Your task:
With the first line as the start and the line containing "style, Volatility, curve" as the end, write out every line of the records exactly.

Records shown Block Start

using RiskWorker.Domain.Instruments;

namespace RiskWorker.Engine.Tests.Ageing;

/// <summary>One instrument of every kind with dates inside ten business days, and the same with none.</summary>
internal static class AgedKinds
{
    private static readonly RateTerm s_curve = RateTerm.From("EUR");

    public static VolatilityTerm Volatility { get; } = new(0.3, null);

    public static DateOnly Later { get; } = AgedMarket.AsOf.AddDays(120);

    public static Option Call(DateOnly expiry, double strike = 100, ExerciseStyle style = ExerciseStyle.European, RateTerm? curve = null, OptionRight right = OptionRight.Call, string name = "CALL") =>
        new(new("S", null), strike, expiry, right, style, Volatility, curve ?? RateTerm.Of(0.03), RateTerm.Of(0.01)) { Name = name, Currency = "EUR" };

    public static SingleBarrier Barrier(BarrierKind kind, double barrier, DateOnly expiry, Monitoring monitoring, double rebate = 0, DateOnly? issue = null, OptionRight right = OptionRight.Call, string name = "BARRIER") =>
        new(new("S", null), 100, expiry, right, Volatility, RateTerm.Of(0.03), RateTerm.Of(0.01), barrier, kind, rebate, monitoring, issue ?? AgedMarket.AsOf.AddDays(-30), null) { Name = name, Currency = "EUR" };

    public static Asian Asian(AverageKind average, DateOnly expiry, OptionRight right, double strike, params Fixing[] fixings) =>
        new(new("S", null), strike, expiry, right, Volatility, RateTerm.Of(0.03), RateTerm.Of(0.01), average, FixingSchedule.Of(fixings), null) { Name = "ASIAN", Currency = "EUR" };

    public static Lookback Lookback(double? strike, DateOnly expiry, OptionRight right, Monitoring monitoring, DateOnly? issue = null) =>
        new(new("S", null), strike, expiry, right, Volatility, RateTerm.Of(0.03), RateTerm.Of(0.01), monitoring, issue ?? AgedMarket.AsOf) { Name = "LOOKBACK", Currency = "EUR" };

    public static Bond Bond(DateOnly issue, DateOnly maturity, int frequency = 1, string name = "BOND") =>
        new(new(0.04, frequency, DayCount.Actual365Fixed), issue, maturity, s_curve, 100, null) { Name = name, Currency = "EUR" };

    public static Floater Floater(DateOnly issue, DateOnly maturity, int frequency, double spread = 0, double fixing = 0.025) =>
        new(new(s_curve, frequency, DayCount.Actual365Fixed, spread, fixing), issue, maturity, s_curve, 100, null) { Name = "FLOATER", Currency = "EUR" };

    /// <summary>The book.</summary>
    public static AgedMarket All() => new AgedMarket().Showing("S", 2, 5).Holding(
        new Spot("T") { Name = "SPOT", Currency = "EUR" },
        new Future("S") { Name = "FUTURE", Currency = "EUR", Multiplier = 10 },
        Call(AgedMarket.Close(4), style: ExerciseStyle.American),
        Call(Later, curve: s_curve, name: "LATER"),
        new Digital(new("S", null), 101, AgedMarket.Close(7), OptionRight.Put, Volatility, s_curve, null, DigitalPayoff.Cash, 20) { Name = "DIGITAL", Currency = "EUR" },
        Barrier(BarrierKind.DownOut, 95, Later, Monitoring.Daily, rebate: 3),
        Barrier(BarrierKind.UpIn, 104, AgedMarket.Close(8), Monitoring.Continuous, rebate: 1, name: "BARRIER-IN"),
        Asian(AverageKind.Geometric, Later, OptionRight.Call, 100, new(AgedMarket.Close(3), null), new(Later, null)),
        Lookback(null, AgedMarket.Close(6), OptionRight.Call, Monitoring.Daily),
        Bond(AgedMarket.Close(5).AddYears(-3), AgedMarket.Close(5).AddYears(2)),
        Floater(AgedMarket.Close(3).AddYears(-1), AgedMarket.Close(3).AddYears(1), 2, spread: 0.001));
}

Records shown Block End

Result:
using RiskWorker.Domain.Instruments;

namespace RiskWorker.Engine.Tests.Ageing;

/// <summary>One instrument of every kind with dates inside ten business days, and the same with none.</summary>
internal static class AgedKinds
{
    private static readonly RateTerm s_curve = RateTerm.From("EUR");

    public static VolatilityTerm Volatility { get; } = new(0.3, null);

    public static DateOnly Later { get; } = AgedMarket.AsOf.AddDays(120);

    public static Option Call(DateOnly expiry, double strike = 100, ExerciseStyle style = ExerciseStyle.European, RateTerm? curve = null, OptionRight right = OptionRight.Call, string name = "CALL") =>
        new(new("S", null), strike, expiry, right, style, Volatility, curve ?? RateTerm.Of(0.03), RateTerm.Of(0.01)) { Name = name, Currency = "EUR" };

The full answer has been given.